- [ACTION ITEM]
Where does the word "Returns" occur in the material? Copy each line that has it.

- [ENTRIES SHOWN]
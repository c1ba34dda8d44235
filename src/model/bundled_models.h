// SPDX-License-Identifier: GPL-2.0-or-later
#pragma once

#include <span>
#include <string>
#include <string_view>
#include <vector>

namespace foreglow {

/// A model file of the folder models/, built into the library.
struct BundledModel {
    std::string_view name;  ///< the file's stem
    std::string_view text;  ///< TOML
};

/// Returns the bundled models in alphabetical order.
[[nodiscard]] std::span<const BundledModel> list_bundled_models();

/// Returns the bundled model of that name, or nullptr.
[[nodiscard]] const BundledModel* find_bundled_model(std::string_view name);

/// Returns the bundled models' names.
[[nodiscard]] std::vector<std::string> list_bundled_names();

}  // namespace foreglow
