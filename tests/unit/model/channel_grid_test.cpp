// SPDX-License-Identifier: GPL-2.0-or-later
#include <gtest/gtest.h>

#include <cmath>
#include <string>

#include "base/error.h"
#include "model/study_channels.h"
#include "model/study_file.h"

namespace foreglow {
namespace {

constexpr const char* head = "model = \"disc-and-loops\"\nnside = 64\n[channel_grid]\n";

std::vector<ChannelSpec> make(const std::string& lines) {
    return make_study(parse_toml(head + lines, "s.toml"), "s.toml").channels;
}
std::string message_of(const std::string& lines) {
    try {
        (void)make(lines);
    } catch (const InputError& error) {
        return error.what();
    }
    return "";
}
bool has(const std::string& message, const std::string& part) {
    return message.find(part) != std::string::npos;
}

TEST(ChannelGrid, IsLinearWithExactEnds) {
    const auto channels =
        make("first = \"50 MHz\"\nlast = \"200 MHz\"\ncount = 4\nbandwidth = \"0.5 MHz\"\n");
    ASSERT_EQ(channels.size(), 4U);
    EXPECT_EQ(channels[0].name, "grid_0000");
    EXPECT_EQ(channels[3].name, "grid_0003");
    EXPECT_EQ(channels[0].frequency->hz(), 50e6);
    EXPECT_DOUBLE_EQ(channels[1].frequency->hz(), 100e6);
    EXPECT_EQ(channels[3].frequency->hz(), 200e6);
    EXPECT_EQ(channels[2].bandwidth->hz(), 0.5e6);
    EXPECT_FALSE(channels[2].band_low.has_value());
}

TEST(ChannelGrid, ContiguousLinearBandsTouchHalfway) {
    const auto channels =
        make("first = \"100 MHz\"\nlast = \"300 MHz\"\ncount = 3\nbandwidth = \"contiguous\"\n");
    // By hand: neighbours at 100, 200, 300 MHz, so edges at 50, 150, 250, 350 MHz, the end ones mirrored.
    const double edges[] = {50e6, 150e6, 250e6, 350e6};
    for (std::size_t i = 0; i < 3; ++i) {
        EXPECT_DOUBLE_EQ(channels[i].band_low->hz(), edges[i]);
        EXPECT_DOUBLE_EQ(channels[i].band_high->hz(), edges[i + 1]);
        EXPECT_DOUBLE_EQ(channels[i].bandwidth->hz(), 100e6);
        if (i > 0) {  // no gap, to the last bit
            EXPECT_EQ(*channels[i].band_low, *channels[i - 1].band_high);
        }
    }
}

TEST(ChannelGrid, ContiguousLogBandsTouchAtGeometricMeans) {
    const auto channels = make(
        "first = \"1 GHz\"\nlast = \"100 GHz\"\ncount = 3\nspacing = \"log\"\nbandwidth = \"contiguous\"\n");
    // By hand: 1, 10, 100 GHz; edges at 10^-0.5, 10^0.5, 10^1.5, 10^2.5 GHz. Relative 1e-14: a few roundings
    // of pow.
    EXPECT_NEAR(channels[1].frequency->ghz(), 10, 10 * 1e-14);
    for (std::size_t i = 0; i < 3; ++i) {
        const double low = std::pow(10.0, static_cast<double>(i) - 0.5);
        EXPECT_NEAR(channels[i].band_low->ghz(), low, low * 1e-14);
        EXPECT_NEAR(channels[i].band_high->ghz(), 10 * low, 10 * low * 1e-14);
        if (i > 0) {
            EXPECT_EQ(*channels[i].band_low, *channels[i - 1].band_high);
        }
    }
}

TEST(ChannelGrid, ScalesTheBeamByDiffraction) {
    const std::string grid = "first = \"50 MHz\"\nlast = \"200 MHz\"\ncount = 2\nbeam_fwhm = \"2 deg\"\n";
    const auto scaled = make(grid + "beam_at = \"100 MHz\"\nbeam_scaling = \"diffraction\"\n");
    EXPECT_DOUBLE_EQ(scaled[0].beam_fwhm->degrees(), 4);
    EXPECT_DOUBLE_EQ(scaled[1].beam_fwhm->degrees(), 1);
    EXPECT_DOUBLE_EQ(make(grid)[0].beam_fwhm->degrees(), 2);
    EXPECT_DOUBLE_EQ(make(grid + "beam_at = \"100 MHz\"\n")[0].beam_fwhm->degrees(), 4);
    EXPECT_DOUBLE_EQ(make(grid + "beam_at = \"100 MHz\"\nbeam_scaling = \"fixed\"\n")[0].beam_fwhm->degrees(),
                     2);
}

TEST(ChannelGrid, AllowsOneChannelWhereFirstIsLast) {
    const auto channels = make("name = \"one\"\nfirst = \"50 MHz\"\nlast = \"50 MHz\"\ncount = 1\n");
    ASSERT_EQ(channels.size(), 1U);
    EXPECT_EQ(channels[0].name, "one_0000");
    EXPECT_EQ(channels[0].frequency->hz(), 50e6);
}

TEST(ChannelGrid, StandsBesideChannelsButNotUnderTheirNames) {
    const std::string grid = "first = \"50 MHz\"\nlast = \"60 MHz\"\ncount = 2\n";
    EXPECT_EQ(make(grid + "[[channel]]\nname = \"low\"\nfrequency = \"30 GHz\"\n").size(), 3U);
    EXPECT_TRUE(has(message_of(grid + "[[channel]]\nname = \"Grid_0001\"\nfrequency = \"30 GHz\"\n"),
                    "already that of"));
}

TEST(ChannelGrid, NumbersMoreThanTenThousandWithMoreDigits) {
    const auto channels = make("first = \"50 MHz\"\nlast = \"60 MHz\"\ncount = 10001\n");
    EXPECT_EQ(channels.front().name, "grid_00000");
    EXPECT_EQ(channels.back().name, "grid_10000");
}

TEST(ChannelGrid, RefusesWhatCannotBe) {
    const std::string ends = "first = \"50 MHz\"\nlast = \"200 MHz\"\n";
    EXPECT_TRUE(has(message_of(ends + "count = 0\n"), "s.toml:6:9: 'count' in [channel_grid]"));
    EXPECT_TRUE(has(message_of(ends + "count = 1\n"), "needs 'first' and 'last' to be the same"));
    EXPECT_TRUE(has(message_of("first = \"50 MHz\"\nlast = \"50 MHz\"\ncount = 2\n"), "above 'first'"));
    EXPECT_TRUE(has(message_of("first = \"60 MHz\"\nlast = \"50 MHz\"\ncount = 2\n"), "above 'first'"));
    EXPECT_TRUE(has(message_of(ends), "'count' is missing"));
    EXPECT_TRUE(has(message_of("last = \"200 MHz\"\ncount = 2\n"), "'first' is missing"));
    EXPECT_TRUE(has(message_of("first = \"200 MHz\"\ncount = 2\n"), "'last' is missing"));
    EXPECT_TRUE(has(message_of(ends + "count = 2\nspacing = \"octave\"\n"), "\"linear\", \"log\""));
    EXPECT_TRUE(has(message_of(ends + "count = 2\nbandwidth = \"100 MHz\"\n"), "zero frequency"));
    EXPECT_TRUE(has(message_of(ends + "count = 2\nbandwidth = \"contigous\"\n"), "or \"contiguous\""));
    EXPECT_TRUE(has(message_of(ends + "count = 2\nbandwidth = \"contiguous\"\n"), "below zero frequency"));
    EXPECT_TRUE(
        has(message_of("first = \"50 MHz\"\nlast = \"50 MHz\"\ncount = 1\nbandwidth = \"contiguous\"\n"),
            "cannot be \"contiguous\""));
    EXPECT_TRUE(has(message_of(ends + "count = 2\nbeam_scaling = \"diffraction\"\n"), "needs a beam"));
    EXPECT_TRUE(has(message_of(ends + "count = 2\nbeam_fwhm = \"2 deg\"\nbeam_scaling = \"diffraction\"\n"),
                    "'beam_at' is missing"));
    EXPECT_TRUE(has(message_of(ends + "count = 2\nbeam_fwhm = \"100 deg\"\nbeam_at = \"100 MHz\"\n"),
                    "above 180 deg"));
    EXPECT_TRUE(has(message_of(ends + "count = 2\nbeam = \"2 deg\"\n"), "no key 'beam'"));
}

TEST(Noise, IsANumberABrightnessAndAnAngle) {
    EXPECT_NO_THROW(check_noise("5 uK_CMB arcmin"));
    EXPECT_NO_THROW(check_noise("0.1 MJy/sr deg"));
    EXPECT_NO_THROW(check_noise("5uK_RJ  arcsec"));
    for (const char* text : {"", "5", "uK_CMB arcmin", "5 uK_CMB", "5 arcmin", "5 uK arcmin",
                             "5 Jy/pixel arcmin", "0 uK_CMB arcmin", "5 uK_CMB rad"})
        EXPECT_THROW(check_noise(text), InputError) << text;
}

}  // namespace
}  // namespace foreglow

- [WRITTEN REPLY]
/// Returns the bundled models in alphabetical order.
/// Returns the bundled model of that name, or nullptr.
/// Returns the bundled models' names.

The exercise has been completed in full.